Russell F. Van Sickle, Terrie Lee Didier, J. Nixon Daniel. III, Beggs & Lane, LLP, Pensacola, FL, for Plaintiffs.

Before BLACK, MARCUS and HIGGINBOTHAM,* Circuit Judges.

MARCUS, Circuit Judge:

Defendant Humana Military Healthcare Services, Inc., a health maintenance organization, appeals the district court's order certifying a class of approximately 260 hospitals in six states, which claim that Humana systematically underpaid them for medical services they rendered to veterans under a federal program, and thereby breached their individual network provider agreements. Humana challenges the district court's determination pursuant to Fed.R.Civ.P. 23(b)(3) that common questions — in particular the question of whether the federal government forced Humana to pay the hospitals lower rates — would predominate over individual ones, and that a class action would be a superior method of resolving the instant dispute. After careful review, we agree with Humana that many important uncommon questions raised by this litigation overwhelm the one common issue and render the case unsuitable for class treatment, and that the district court's contrary conclusion was an abuse of discretion. We, therefore, reverse the district court's certification order and remand for further proceedings consistent with this opinion.

I.

Humana is a managed care organization that contracts with hospitals and other care providers to offer health care services to its members. In 1995, Humana won a Managed Care Support ("MCS") contract with the federal government pursuant to its CHAMPUS/TRICARE ("TRICARE") program, which offers healthcare services for military retirees and their dependents.1 Pursuant to the contract, Humana entered into individual network agreements with numerous healthcare providers located in TRICARE Regions 3 and 4 to provide outpatient non-surgical services to TRICARE beneficiaries. At the time, Regions 3 and 4 included the states of Alabama, Florida, Georgia, Mississippi, South Carolina, Tennessee, and parts of Louisiana and Arkansas. Under each network agreement, the hospital would render services to TRICARE beneficiaries and Humana would reimburse the hospital in accordance with the terms of the agreement. The government would then pay Humana at fixed rates for healthcare costs, subject to periodic redetermination using a risk-sharing formula by which Humana and the government would share increased costs or savings.
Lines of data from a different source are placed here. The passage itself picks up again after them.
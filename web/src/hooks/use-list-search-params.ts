import { useCallback, useMemo } from 'react';
import { useSearchParams } from 'react-router-dom';
import type { SortOrder } from '@/lib/api-types';

export type ListParams<TSort extends string> = {
  page: number;
  pageSize: number;
  sort?: TSort;
  order?: SortOrder;
  search?: string;
  [filter: string]: string | number | undefined;
};

export type ListParamsConfig<TSort extends string> = {
  sortFields: readonly TSort[];
  filters?: readonly string[];
  defaultPageSize?: number;
};

export const PAGE_SIZES = [10, 20, 50, 100] as const;

/** List state (page, sort, search, filters) kept in the URL so it survives reloads and can be shared. */
export function useListSearchParams<TSort extends string>({
  sortFields,
  filters = [],
  defaultPageSize = 20,
}: ListParamsConfig<TSort>) {
  const [searchParams, setSearchParams] = useSearchParams();

  const params = useMemo<ListParams<TSort>>(() => {
    const page = Math.max(1, Number(searchParams.get('page')) || 1);
    const sizeRaw = Number(searchParams.get('pageSize'));
    const pageSize = (PAGE_SIZES as readonly number[]).includes(sizeRaw) ? sizeRaw : defaultPageSize;
    const sortRaw = searchParams.get('sort');
    const sort = sortFields.find((f) => f === sortRaw);
    const orderRaw = searchParams.get('order');
    const order: SortOrder | undefined = sort ? (orderRaw === 'desc' ? 'desc' : 'asc') : undefined;
    const result: ListParams<TSort> = { page, pageSize, sort, order, search: searchParams.get('search') || undefined };
    for (const f of filters) result[f] = searchParams.get(f) || undefined;
    return result;
    // sortFields and filters are constant per call site
    // eslint-disable-next-line react-hooks/exhaustive-deps
  }, [searchParams, defaultPageSize]);

  const setParams = useCallback(
    (patch: Partial<ListParams<TSort>>) => {
      setSearchParams(
        (prev) => {
          const next = new URLSearchParams(prev);
          for (const [key, value] of Object.entries(patch)) {
            if (value === undefined || value === null || value === '') next.delete(key);
            else next.set(key, String(value));
          }
          if (next.get('page') === '1') next.delete('page');
          if (next.get('pageSize') === String(defaultPageSize)) next.delete('pageSize');
          return next;
        },
        { replace: false },
      );
    },
    [setSearchParams, defaultPageSize],
  );

  return [params, setParams] as const;
}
The reimbursement dispute at the heart of this case is permeated by two central and related terms, one or both of which appear in many of the payment provisions of the hospitals' network agreements. The first is the term "CHAMPUS allowable"; the parties agree that the term refers generally to any allowable maximum payment or payment formula set by TRICARE, and it appears to have meant billed charges or a flat rate prior to 1999. The second term is "CMAC," which is short for "CHAMPUS Maximum Allowable Charges," and which designates a specific schedule of fees patterned after the so-called "resource-based relative value scale" ("RBRVS") used by Medicare and other private payers. See Report of Dr. Zachary Dyckman, at 2.2 The parties agree that "CMAC" — or "CMAC rates" — is one form of a "CHAMPUS allowable."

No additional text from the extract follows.